As stated in Elements of Information theory, given $p(y|x)$, the Information channel capacity formula is

$C = \max_{p(x)} I(X; Y)$

where $X, Y$ are input and output symbols, $p(x)$ is the p.m.f of the distribution of $X$

Can anyone tell me the intuition of this formula ?

My understanding

$C = \max_{p(x)} I(X; Y) = \max_{p(x)} [H(X) - H(X|Y)]$

$H(X)$ can be understood as the expected amount of unknown information (measured in bits) of $X$. $H(X|Y)$ is the expected the expected amount of remaining unknown information (measured in bits) of $X$ given $Y$ is known. Thus, $I(X; Y)$ is the expected amount of known information (measured in bits) about $X$ given by $Y$.

Thus, $C =\max_{p(x)} I(X; Y)$ gives the maximum number of bits in $X$, which can be exactly given by $Y$.
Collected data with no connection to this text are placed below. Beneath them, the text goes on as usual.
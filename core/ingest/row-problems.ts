/** The problems of one file's rows: as many as a person could read are kept, the others are counted. */
import type { RowProblem } from '../problems/problem'

export const MAX_LISTED_ROWS = 10_000
const MAX_FOUND = 80

export class RowProblems {
  readonly listed: RowProblem[] = []
  count = 0

  constructor(readonly file: string) {}

  cell(line: number, column: string, found: string, why: string): void {
    this.add({ kind: 'bad-cell', file: this.file, line, column, found: shorten(found), why })
  }

  row(line: number, column: string, found: string, why: string): void {
    this.add({ kind: 'bad-row', file: this.file, line, column, found: shorten(found), why })
  }

  add(problem: RowProblem): void {
    this.count++
    if (this.listed.length < MAX_LISTED_ROWS) this.listed.push(problem)
  }
}

function shorten(text: string): string {
  const line = text.trim().replace(/[\r\n\t]+/g, ' ')
  return line.length > MAX_FOUND ? `${line.slice(0, MAX_FOUND - 1)}…` : line
}
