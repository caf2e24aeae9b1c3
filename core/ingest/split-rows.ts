/**
 * Text to rows of cells, by Papa Parse, a block of lines at a time: the rows of a block live only until they are read
 * into columns, so that a file of a million lines is never held as cells. Its Parser is called directly: the `parse`
 * around it keeps every block's rows alive until a full garbage collection, which makes it six times slower here.
 */
import Papa from 'papaparse/papaparse.js'
import type { DecodedText } from './decode-text'

/** A longer line is no reading. It also bounds what one block can hold. */
export const MAX_LINE_LENGTH = 1_000_000
const BLOCK_LENGTH = 1 << 16
/** A quoted cell may run over line breaks, but one that isn't closed after so many is a stray quote. */
const MAX_CELL_LINES = 20
const NEWLINE = 10
const QUOTE = 34

type Units = DecodedText['units']

export interface Rows {
  readonly cells: readonly (readonly string[])[]
  /** 1-based physical line each row began on. */
  readonly line: (row: number) => number
  /** Rows in which a quote is opened and not closed as it should be; empty for nearly every block. */
  readonly isBroken: (row: number) => boolean
  /** Line breaks in the block. */
  readonly lines: number
}

/** Ends of the blocks, each just after a line break outside quotes; or the line that is too long. */
export function blockEnds(units: Units): number[] | { readonly line: number; readonly length: number } {
  const ends: number[] = []
  const hasQuotes = units.includes(QUOTE)
  for (let begin = 0; begin < units.length;) {
    const last = begin + BLOCK_LENGTH
    let end = last >= units.length ? units.length : units.lastIndexOf(NEWLINE, last - 1) + 1
    if (end <= begin) end = nextLineEnd(units, begin)
    if (hasQuotes) end = quoteSafeEnd(units, begin, end)
    if (end - begin > BLOCK_LENGTH) {
      const long = longLine(units, begin, end)
      if (long) return long
    }
    ends.push(end)
    begin = end
  }
  return ends
}

function nextLineEnd(units: Units, from: number): number {
  const at = units.indexOf(NEWLINE, from)
  return at < 0 ? units.length : at + 1
}

/** An odd number of quotes means that the block would end inside a quoted cell: it goes on to where they are even. */
function quoteSafeEnd(units: Units, begin: number, end: number): number {
  let odd = countOf(QUOTE, units, begin, end) % 2 === 1
  let later = end
  for (let lines = 0; odd && later < units.length && lines < MAX_CELL_LINES; lines++) {
    const next = nextLineEnd(units, later)
    odd = odd !== (countOf(QUOTE, units, later, next) % 2 === 1)
    later = next
  }
  return odd ? end : later
}

function longLine(units: Units, begin: number, end: number): { line: number; length: number } | null {
  for (let at = begin; at < end;) {
    const next = nextLineEnd(units, at)
    if (next - at > MAX_LINE_LENGTH) return { line: countOf(NEWLINE, units, 0, at) + 1, length: next - at }
    at = next
  }
  return null
}

function countOf(unit: number, units: Units, begin: number, end: number): number {
  let count = 0
  for (let at = begin; at < end; at++) if (units[at] === unit) count++
  return count
}

/** The rows of one block that begins on `firstLine`. */
export function splitRows(block: string, delimiter: string, firstLine: number): Rows {
  if (!block.includes('"')) return splitPlain(block, delimiter, firstLine)
  const text = block.replace(/\r\n/g, '\n')
  const { data, errors } = split(text, delimiter, false)
  const lineOf = new Uint32Array(data.length)
  let line = firstLine
  let longest = 1
  for (let row = 0; row < data.length; row++) {
    lineOf[row] = line
    const height = 1 + lineBreaksIn(data[row])
    longest = Math.max(longest, height)
    line += height
  }
  if (errors.some((error) => error.type === 'Quotes') || longest > MAX_CELL_LINES) {
    return splitLineByLine(text, delimiter, firstLine)
  }
  if (text.endsWith('\n')) data.pop()
  return { cells: data, line: (row) => lineOf[row], isBroken: () => false, lines: line - 1 - firstLine }
}

function splitPlain(block: string, delimiter: string, firstLine: number): Rows {
  const cells = split(block, delimiter, true).data
  const lines = cells.length - 1
  if (block.endsWith('\n')) cells.pop()
  return { cells, line: (row) => firstLine + row, isBroken: () => false, lines }
}

/** `fastMode` splits at every delimiter and line break: right only where no quotes are. */
function split(text: string, delimiter: string, fastMode: boolean) {
  return new Papa.Parser({ delimiter, newline: '\n', fastMode }).parse(text)
}

function lineBreaksIn(cells: readonly string[]): number {
  let breaks = 0
  for (const cell of cells) if (cell.includes('\n')) breaks += cell.split('\n').length - 1
  return breaks
}

/** After a stray quote, each line for itself: the quote spoils its own line and swallows no other. */
function splitLineByLine(text: string, delimiter: string, firstLine: number): Rows {
  const lines = text.split('\n')
  const count = lines.length - 1
  if (text.endsWith('\n')) lines.pop()
  const broken = new Set<number>()
  const cells = lines.map((line, row) => {
    if (!line.includes('"')) return line.split(delimiter)
    const { data, errors } = split(line, delimiter, false)
    if (errors.some((error) => error.type === 'Quotes')) broken.add(row)
    return data[0] ?? ['']
  })
  return { cells, line: (row) => firstLine + row, isBroken: (row) => broken.has(row), lines: count }
}
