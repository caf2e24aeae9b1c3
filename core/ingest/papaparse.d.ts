/**
 * The one part of Papa Parse that is used, typed here: its published types bring in Node's, and core must not see
 * those. The file is named in the import for the same reason.
 */
declare module 'papaparse/papaparse.js' {
  interface ParseOptions {
    readonly delimiter: string
    readonly newline: '\n'
    readonly fastMode: boolean
  }
  interface ParseError {
    readonly type: 'Quotes' | 'Delimiter' | 'FieldMismatch'
    readonly code: string
    readonly row?: number
  }
  const Papa: {
    readonly Parser: new (options: ParseOptions) => {
      parse(text: string): { readonly data: string[][]; readonly errors: readonly ParseError[] }
    }
  }
  export default Papa
}
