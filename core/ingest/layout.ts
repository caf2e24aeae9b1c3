/** A header row as the row reader needs it: which place of a row goes to which column, with which unit. */
import type { FileProblem } from '../problems/problem'
import { NUMBER_KINDS } from './column-kinds'
import type { NumberColumn } from './column-kinds'
import { matchColumns } from './match-columns'
import type { MatchedColumn } from './match-columns'
import { trimmed, widthOf } from './find-header'
import type { HeaderTarget } from './header-words'
import type { ReadOptions } from './read-options'
import type { ColumnId, ColumnMatch } from './readings'

export interface NumberCell {
  readonly at: number
  readonly header: string
  readonly target: NumberColumn
  /** Decimal places to move, where the unit is a power of ten. */
  readonly shift: number
  /** Applied after, where it is not; 1 and 0 otherwise. */
  readonly scale: number
  readonly offset: number
}

export interface Layout {
  /** Cells of a row. */
  readonly width: number
  readonly headers: readonly string[]
  readonly numbers: readonly NumberCell[]
  /** Places of text cells, -1 where there is none. */
  readonly at: { readonly [target in (typeof TEXT_TARGETS)[number]]: number }
  readonly isPolar: boolean
  readonly isLong: boolean
  readonly columns: readonly MatchedColumn[]
  readonly matches: readonly ColumnMatch[]
  readonly ignoredHeaders: readonly string[]
}

const TEXT_TARGETS = ['lot', 'wafer', 'slot', 'site', 'time', 'date', 'configuration', 'direction'] as const

export function makeLayout(file: string, cells: readonly string[], options: ReadOptions): Layout | FileProblem {
  const headers = trimmed(cells).slice(0, widthOf(cells))
  const { columns, problem } = matchColumns(file, headers, options)
  if (problem) return problem
  const place = (target: HeaderTarget) => columns.find((column) => column.target === target)?.at ?? -1
  const at = Object.fromEntries(TEXT_TARGETS.map((target) => [target, place(target)])) as Layout['at']
  return {
    width: headers.length,
    headers,
    numbers: columns.flatMap(numberCell),
    at,
    isPolar: place('r_mm') >= 0,
    isLong: at.configuration >= 0 || at.direction >= 0,
    columns,
    matches: columns.flatMap(columnMatch),
    ignoredHeaders: headers.filter((header, index) => header !== '' && !columns.some((column) => column.at === index)),
  }
}

function numberCell({ target, at, header, unit }: MatchedColumn): NumberCell[] {
  const kind = NUMBER_KINDS[target as ColumnId]
  if (!kind) return []
  const isDecimal = unit === null || unit.power10 !== null
  const shift = unit?.power10 ?? 0
  return [
    { at, header, target: kind.target, shift, scale: isDecimal ? 1 : unit.scale, offset: isDecimal ? 0 : unit.offset },
  ]
}

/** Configuration and direction are no columns of ours: what they do is said in a note. */
function columnMatch({ target, at, header, unit, why }: MatchedColumn): ColumnMatch[] {
  if (target === 'configuration' || target === 'direction') return []
  if (target === 'date') return [{ header, position: at + 1, column: 'time', unit: '', why: 'the day of the time' }]
  return [{ header, position: at + 1, column: target, unit: unit?.id ?? '', why }]
}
There are two problems with my understanding:

  • According to my understanding, for any input symbol $X$, there are only $I(X; Y)$ bits can be transmitted without error (i.e. no matter whether $H(X)$ exceeds the channel capacity $C$ or not)

  • In Elements of Information theory, $C$ is usually written as $C = \max_{p(x)}[H(Y) - H(Y|X)]$, instead of $\max_{p(X)}[H(X) - H(X|Y)]$ (i.e. my formula). I think $H(Y) - H(Y|X)$ says something about the right intuition of the formula $C = \max_{p(x)} I(X; Y)$.